Current portion of long-term debt CPLTD refers to the section of a company's balance sheet that records the total amount of long-term debt that must be paid within the current year. When reading a company's balance sheet, creditors and investors use the current portion of long-term debt CPLTD figure to determine if a company has sufficient liquidity to pay off its short-term obligations.
Interested parties compare this amount to the company's current cash and cash equivalents to measure whether the company is actually able to make its payments.
A company with a high number in its CPLTD and a relatively small cash position has a higher risk of default, or not paying back its debts on time; as a result, lenders may decide not to offer the company more credit, and investors may sell their shares. Businesses classify their debts, also known as liabilities, as current or long term. Current liabilities are those a company incurs and pays within the current year, such as rent payments, outstanding invoices to vendors, payroll costs, utility bills and other operating expenses.
Long-term liabilities include loans or other financial obligations that have a repayment schedule lasting over a year. Eventually, as the payments on long-term debts come due, these debts become current debts, and the company's accountant records them as the CPLTD. If a business wants to keep its debts classified as long term, it can roll forward its debts into loans with balloon payments or instruments with longer maturity dates.
However, to avoid recording this amount as current liabilities on its balance sheet, the business can take out a loan with a lower interest rate and a balloon payment due in two years. For example, if a company breaks a covenant in its loan, the lender may reserve the right to call the entire loan due. At the beginning of each tax year, the company's accountant moves the portion of the loan due that year to the current liabilities section of the company's balance sheet.
This can be anywhere from two years, five years, ten years or even thirty years. This is not to be confused with current debt , which are loans with a maturity of less than one year. Some firms will consolidate the two amounts into a generic current debt line item on the balance sheet. This schedule outlines the major pieces of a debt a company is obliged under, and lays it out based on maturity, periodic payments, and outstanding balance. Using the debt schedule, an analyst can measure the current portion of long term debt a company owes.
The loan terms specify equal principal payments over the five years. A company reduces this line item by making payments towards the debt. As payments are made, the cash account decreases but the liability side decreases an equivalent amount. If the new credit taken on is long term, the current debt is effectively rolled into the future.
From a cash flow perspective, there is no impact on whether debt is classified as a current liability or non-current liability. In financial modeling , it may be necessary to produce a full set of financial statements, including a balance sheet where the current portion of long term debt is shown separately.
Current portion of long-term debt (CPLTD) refers to the section of a company's balance sheet that records the total amount of long-term debt that must be paid within the current year. For example, if a company owes a total of $,, and $20, of it is due and must be paid off in the current year, it records $80, as long-term debt and $20, .

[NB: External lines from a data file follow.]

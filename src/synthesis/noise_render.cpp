#include "synthesis/noise_render.hpp"

#include <kiss_fftr.h>

#include <algorithm>
#include <array>
#include <cassert>
#include <cmath>
#include <memory>
#include <vector>

#include "core/noise_bands.hpp"
#include "core/units.hpp"

namespace wane {

namespace {

/// splitmix64 (Steele, Lea and Flood 2014): small, fast, fully specified, so the noise is the
/// same on every platform (std:: distributions are implementation-defined).
struct splitmix64 {
    static constexpr std::uint64_t increment = 0x9e3779b97f4a7c15ULL;
    std::uint64_t state;
    std::uint64_t next() {
        std::uint64_t z = (state += increment);
        z = (z ^ (z >> 30)) * 0xbf58476d1ce4e5b9ULL;
        z = (z ^ (z >> 27)) * 0x94d049bb133111ebULL;
        return z ^ (z >> 31);
    }
    /// Skips `draws` values: the state only ever advances by the increment, so this leaves it
    /// exactly where `draws` calls of next() would.
    void skip(std::uint64_t draws) { state += draws * increment; }
};

/// Frames overlap four times: Hann^2 windows sum to a constant at hop N/4, so the power follows
/// the envelopes without ripple, and Hann's low sidelobes keep the bands' skirts steep.
constexpr int synthesis_overlap = 4;
constexpr int phase_table_bits = 12;
constexpr std::size_t phase_table_size = std::size_t{1} << phase_table_bits;
/// Frames whose every band is this far below full scale are skipped (silent, costs nothing).
constexpr double silent_level_db = -160.0;

struct unit_phasors {
    std::array<float, phase_table_size> re{}, im{};
    unit_phasors() {
        for (std::size_t i = 0; i < phase_table_size; ++i) {
            const double a = two_pi * static_cast<double>(i) / static_cast<double>(phase_table_size);
            re[i] = static_cast<float>(std::cos(a));
            im[i] = static_cast<float>(std::sin(a));
        }
    }
};

struct kiss_cfg_deleter {
    void operator()(kiss_fftr_cfg cfg) const { kiss_fftr_free(cfg); }
};

struct band_bins {
    int first = 0;  ///< first bin
    int count = 0;  ///< number of bins
    const noise_band* band = nullptr;
    /// The envelope as core/envelope.hpp evaluates it, prepared once: the decay pieces, the
    /// peak's linear amplitude, and the piece the frames (in time order) have reached.
    std::vector<envelope_piece> pieces;
    double peak_lin = 0.0;
    std::size_t piece = 0;
};

/// The band's level at time_s >= 0, the same arithmetic as envelope_level (core/envelope.cpp)
/// without its per-call piece list; time_s must not decrease between calls.
level_db band_level(band_bins& b, double time_s) {
    const envelope& env = b.band->env;
    if (time_s < env.attack_s) return to_level(amp_lin{b.peak_lin * time_s / env.attack_s});
    while (b.piece + 1 < b.pieces.size() && !(time_s < b.pieces[b.piece].end_s)) ++b.piece;
    const envelope_piece& p = b.pieces[b.piece];
    if (!(time_s < p.end_s)) return level_db{-infinity};  // unreachable: the last piece ends at +inf
    return level_db{p.start_level.db + p.slope_db_per_s * (time_s - p.start_s)};
}

}  // namespace

int noise_frame_size(double sample_rate_hz, double frame_s) {
    int n = 64;
    while (n < sample_rate_hz * frame_s) n *= 2;
    return n;
}

void add_noise_bands(std::span<const noise_band> bands, const noise_render_params& params, std::span<float> out) {
    if (bands.empty() || out.empty()) return;
    static const unit_phasors phasors;
    const int n_fft = noise_frame_size(params.sample_rate_hz, params.frame_s);
    const int hop = n_fft / synthesis_overlap;
    const int n_bins = n_fft / 2 + 1;
    const double bin_hz = params.sample_rate_hz / n_fft;
    const double nyquist_hz = params.sample_rate_hz / 2.0;

    // Periodic Hann window; w^2 overlap-added at hop N/4 is exactly 3/2 = sum(w^2) / hop.
    std::vector<float> window(static_cast<std::size_t>(n_fft));
    double window_power_sum = 0.0;
    for (int n = 0; n < n_fft; ++n) {
        const double w = 0.5 - 0.5 * std::cos(two_pi * n / n_fft);
        window[static_cast<std::size_t>(n)] = static_cast<float>(w);
        window_power_sum += w * w;
    }

    // Bins of each band: centres in [low, high), DC and Nyquist excluded; at least one bin.
    std::vector<band_bins> layout;
    for (const noise_band& b : bands) {
        const double high_hz = std::min(b.high_hz, nyquist_hz);
        if (b.low_hz >= high_hz) continue;
        int first = std::max(1, static_cast<int>(std::ceil(b.low_hz / bin_hz)));
        int last = std::min(n_bins - 2, static_cast<int>(std::ceil(high_hz / bin_hz)) - 1);
        if (last < first) {
            first = std::clamp(static_cast<int>(std::lround(0.5 * (b.low_hz + high_hz) / bin_hz)), 1, n_bins - 2);
            last = first;
        }
        layout.push_back({.first = first, .count = last - first + 1, .band = &b, .pieces = envelope_pieces(b.env),
                          .peak_lin = to_amp(b.env.peak).lin});
    }
    if (layout.empty()) return;

    const double gain_lin = to_amp(level_db{params.gain_db}).lin;
    const double inverse_scale = 1.0 / n_fft;  // kiss_fftri is unnormalized
    std::unique_ptr<kiss_fftr_state, kiss_cfg_deleter> plan(kiss_fftr_alloc(n_fft, 1, nullptr, nullptr));
    std::vector<kiss_fft_cpx> spectrum(static_cast<std::size_t>(n_bins));
    std::vector<float> frame(static_cast<std::size_t>(n_fft));
    std::vector<float> bin_amp(layout.size());
    std::vector<bool> band_audible(layout.size());
    std::uint64_t draws_per_frame = 0;
    for (const band_bins& b : layout) draws_per_frame += static_cast<std::uint64_t>(b.count);
    splitmix64 rng{params.seed};

    const auto total = static_cast<long>(out.size());
    // Frame m is centred on sample m * hop and spans [m hop - N/2, m hop + N/2).
    for (long m = 0; m * hop - n_fft / 2 < total; ++m) {
        const double centre_s = static_cast<double>(m * hop) / params.sample_rate_hz;
        bool audible = false;
        for (std::size_t i = 0; i < layout.size(); ++i) {
            const level_db level = band_level(layout[i], centre_s);
            band_audible[i] = level.db > silent_level_db;
            audible = audible || band_audible[i];
            const double amp = to_amp(level).lin;
            const double band_power = amp * amp;
            const double bin_power = bin_power_for_band(band_power, layout[i].count, n_fft, hop, window_power_sum);
            bin_amp[i] = static_cast<float>(std::sqrt(bin_power) * gain_lin * inverse_scale);
        }
        // Every frame uses its own stretch of the random sequence (draws_per_frame phases, silent
        // bands and frames skip theirs), so a frame's noise does not depend on the others.
        if (!audible) {
            rng.skip(draws_per_frame);
            continue;
        }
        std::fill(spectrum.begin(), spectrum.end(), kiss_fft_cpx{0.0f, 0.0f});
        for (std::size_t i = 0; i < layout.size(); ++i) {
            if (!band_audible[i]) {  // below silent_level_db: left out, as whole silent frames are
                rng.skip(static_cast<std::uint64_t>(layout[i].count));
                continue;
            }
            const float a = bin_amp[i];
            kiss_fft_cpx* bins = spectrum.data() + layout[i].first;
            for (int k = 0; k < layout[i].count; ++k) {
                const std::size_t idx = static_cast<std::size_t>(rng.next() >> (64 - phase_table_bits));
                bins[k] = {a * phasors.re[idx], a * phasors.im[idx]};
            }
        }
        kiss_fftri(plan.get(), spectrum.data(), frame.data());
        const long start = m * hop - n_fft / 2;
        const long from = std::max(0L, -start);
        const long to = std::min<long>(n_fft, total - start);
        for (long n = from; n < to; ++n) {
            out[static_cast<std::size_t>(start + n)] += frame[static_cast<std::size_t>(n)] * window[static_cast<std::size_t>(n)];
        }
    }
}

}  // namespace wane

The term current maturities of long-term debt refers to the portion of a company's liabilities that are coming due in the next 12 months. Examples of this long-term debt include bonds as well as mortgage obligations that are maturing.

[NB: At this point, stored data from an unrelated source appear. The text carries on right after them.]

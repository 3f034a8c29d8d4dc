#include "synthesis/render_length.hpp"

#include <algorithm>
#include <cassert>
#include <cmath>

#include "core/envelope.hpp"

namespace wane {

namespace {

/// The last time the envelope is at or above threshold_db, or +inf when it stays there for ever.
/// -inf when it never reaches it. The attack rises to the peak, so only the pieces matter (the
/// first starts at the peak, at attack_s).
double last_time_at_or_above(const envelope& env, double threshold_db) {
    double last_s = -infinity;
    for (const envelope_piece& piece : envelope_pieces(env)) {
        const double start_db = piece.start_level.db;
        const double end_db = std::isinf(piece.end_s) ? (piece.slope_db_per_s < 0.0 ? -infinity : start_db)
                                                      : start_db + piece.slope_db_per_s * (piece.end_s - piece.start_s);
        if (start_db < threshold_db && end_db < threshold_db) continue;
        if (std::isinf(piece.end_s) && piece.slope_db_per_s >= 0.0) return infinity;
        if (end_db >= threshold_db) {
            last_s = std::max(last_s, piece.end_s);
        } else {  // falls through the threshold inside the piece
            last_s = std::max(last_s, piece.start_s + (threshold_db - start_db) / piece.slope_db_per_s);
        }
    }
    return last_s;
}

}  // namespace

sound_length sound_length_s(const patch& p, double below_peak_db) {
    assert(below_peak_db < 0.0);
    double loudest_db = -infinity;
    for (const partial& q : p.partials) loudest_db = std::max(loudest_db, q.env.peak.db);
    for (const noise_band& b : p.noise) loudest_db = std::max(loudest_db, b.env.peak.db);
    const double threshold_db = loudest_db + below_peak_db;
    double end_s = 0.0;
    for (std::size_t i = 0; i < p.partials.size(); ++i) {
        const double t = last_time_at_or_above(p.partials[i].env, threshold_db);
        if (std::isinf(t) && t > 0.0) return {.length_s = {}, .holding = "partial " + std::to_string(i + 1)};
        end_s = std::max(end_s, t);
    }
    for (std::size_t i = 0; i < p.noise.size(); ++i) {
        const double t = last_time_at_or_above(p.noise[i].env, threshold_db);
        if (std::isinf(t) && t > 0.0) return {.length_s = {}, .holding = "noise band " + std::to_string(i + 1)};
        end_s = std::max(end_s, t);
    }
    return {.length_s = end_s, .holding = {}};
}

}  // namespace wane
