/// Checks an Ogg file page by page (RFC 3533): every page starts where the previous one ended,
/// has version 0 and a valid checksum, continues its logical stream's page sequence without a
/// gap, and every stream begun is ended (end-of-stream flag) by the end of the file. libvorbisfile
/// skips damaged pages and libsndfile then reports a shorter sound as if nothing were wrong, so a
/// file with garbage inside or a cut end is refused here instead.
void check_ogg_pages(std::ifstream& in, const fs::path& path, std::uintmax_t file_size) {
    // Page header: "OggS", version, flags, granule position (8), serial (4), sequence (4),
    // checksum (4), segment count; then the segment table and the body.
    constexpr std::size_t header_bytes = 27;
    constexpr std::size_t crc_at = 22;
    constexpr unsigned char flag_bos = 0x02;
    constexpr unsigned char flag_eos = 0x04;
    constexpr std::size_t max_live_streams = 64;
    static const ogg_crc crc;
    struct live_stream {
        std::uint32_t serial;
        std::uint32_t next_sequence;
    };
    std::vector<live_stream> live;
    constexpr std::size_t max_segments = 255;       // the segment count is one byte
    constexpr std::size_t max_segment_bytes = 255;  // and so is each segment's length
    std::vector<unsigned char> page(header_bytes + max_segments + max_segments * max_segment_bytes);
    const auto damaged = [&](std::uintmax_t at, const std::string& what) {
        throw io_error(path_text(path) + ": damaged Ogg stream: the page at byte " + std::to_string(at) + " " + what);
    };
    std::uintmax_t offset = 0;
    in.clear();
    in.seekg(0);
    while (offset < file_size) {
        if (file_size - offset < header_bytes) damaged(offset, "is cut short (truncated file)");
        if (!in.read(reinterpret_cast<char*>(page.data()), header_bytes)) damaged(offset, "cannot be read");
        if (std::memcmp(page.data(), "OggS", 4) != 0) damaged(offset, "does not start with OggS (garbage in the file)");
        if (page[4] != 0) damaged(offset, "has an unknown version " + std::to_string(page[4]));
        const std::size_t segments = page[header_bytes - 1];
        if (!in.read(reinterpret_cast<char*>(page.data() + header_bytes), static_cast<std::streamsize>(segments))) {
            damaged(offset, "is cut short (truncated file)");
        }
        std::size_t body = 0;
        for (std::size_t i = 0; i < segments; ++i) body += page[header_bytes + i];
        const std::size_t total = header_bytes + segments + body;
        if (file_size - offset < total) damaged(offset, "is cut short (truncated file)");
        if (!in.read(reinterpret_cast<char*>(page.data() + header_bytes + segments), static_cast<std::streamsize>(body))) {
            damaged(offset, "cannot be read");
        }
        const std::uint32_t stored = read_u32_le(page.data() + crc_at);
        std::memset(page.data() + crc_at, 0, 4);
        if (crc.update(0, page.data(), total) != stored) damaged(offset, "has a bad checksum");
        const unsigned char flags = page[5];
        const std::uint32_t serial = read_u32_le(page.data() + 14);
        const std::uint32_t sequence = read_u32_le(page.data() + 18);
        auto it = std::find_if(live.begin(), live.end(), [&](const live_stream& s) { return s.serial == serial; });
        if ((flags & flag_bos) != 0) {
            if (it != live.end()) damaged(offset, "begins a stream that is already open");
            if (live.size() == max_live_streams) damaged(offset, "opens more than 64 streams at once");
            live.push_back({serial, sequence});
            it = live.end() - 1;
        }
        if (it == live.end()) damaged(offset, "belongs to no open stream (a page is missing)");
        if (sequence != it->next_sequence) damaged(offset, "is out of sequence (a page is missing)");
        it->next_sequence = sequence + 1;
        if ((flags & flag_eos) != 0) live.erase(it);
        offset += total;
    }
    if (!live.empty()) {
        throw io_error(path_text(path) + ": truncated: the Ogg stream has no end-of-stream page (the file is cut)");
    }
}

current maturity of long-term debt definition. See current portion of long-term debt. The current maturity of a company’s long-term debt refers to the portion of liabilities that are due within the next 12 months. As this portion of outstanding debt comes due for payment within the year, it is removed from the long-term liabilities account and recognized as a current liability on a company’s balance sheet.
Definition of current maturity of long-term debt: The amount of money to be received after obligations have been paid towards the principal amount on the loan. The current portion of long term debt is the amount of principal and interest of this amount due within one year’s time. This is not to be confused with current debt, which are loans with a maturity of less than one year.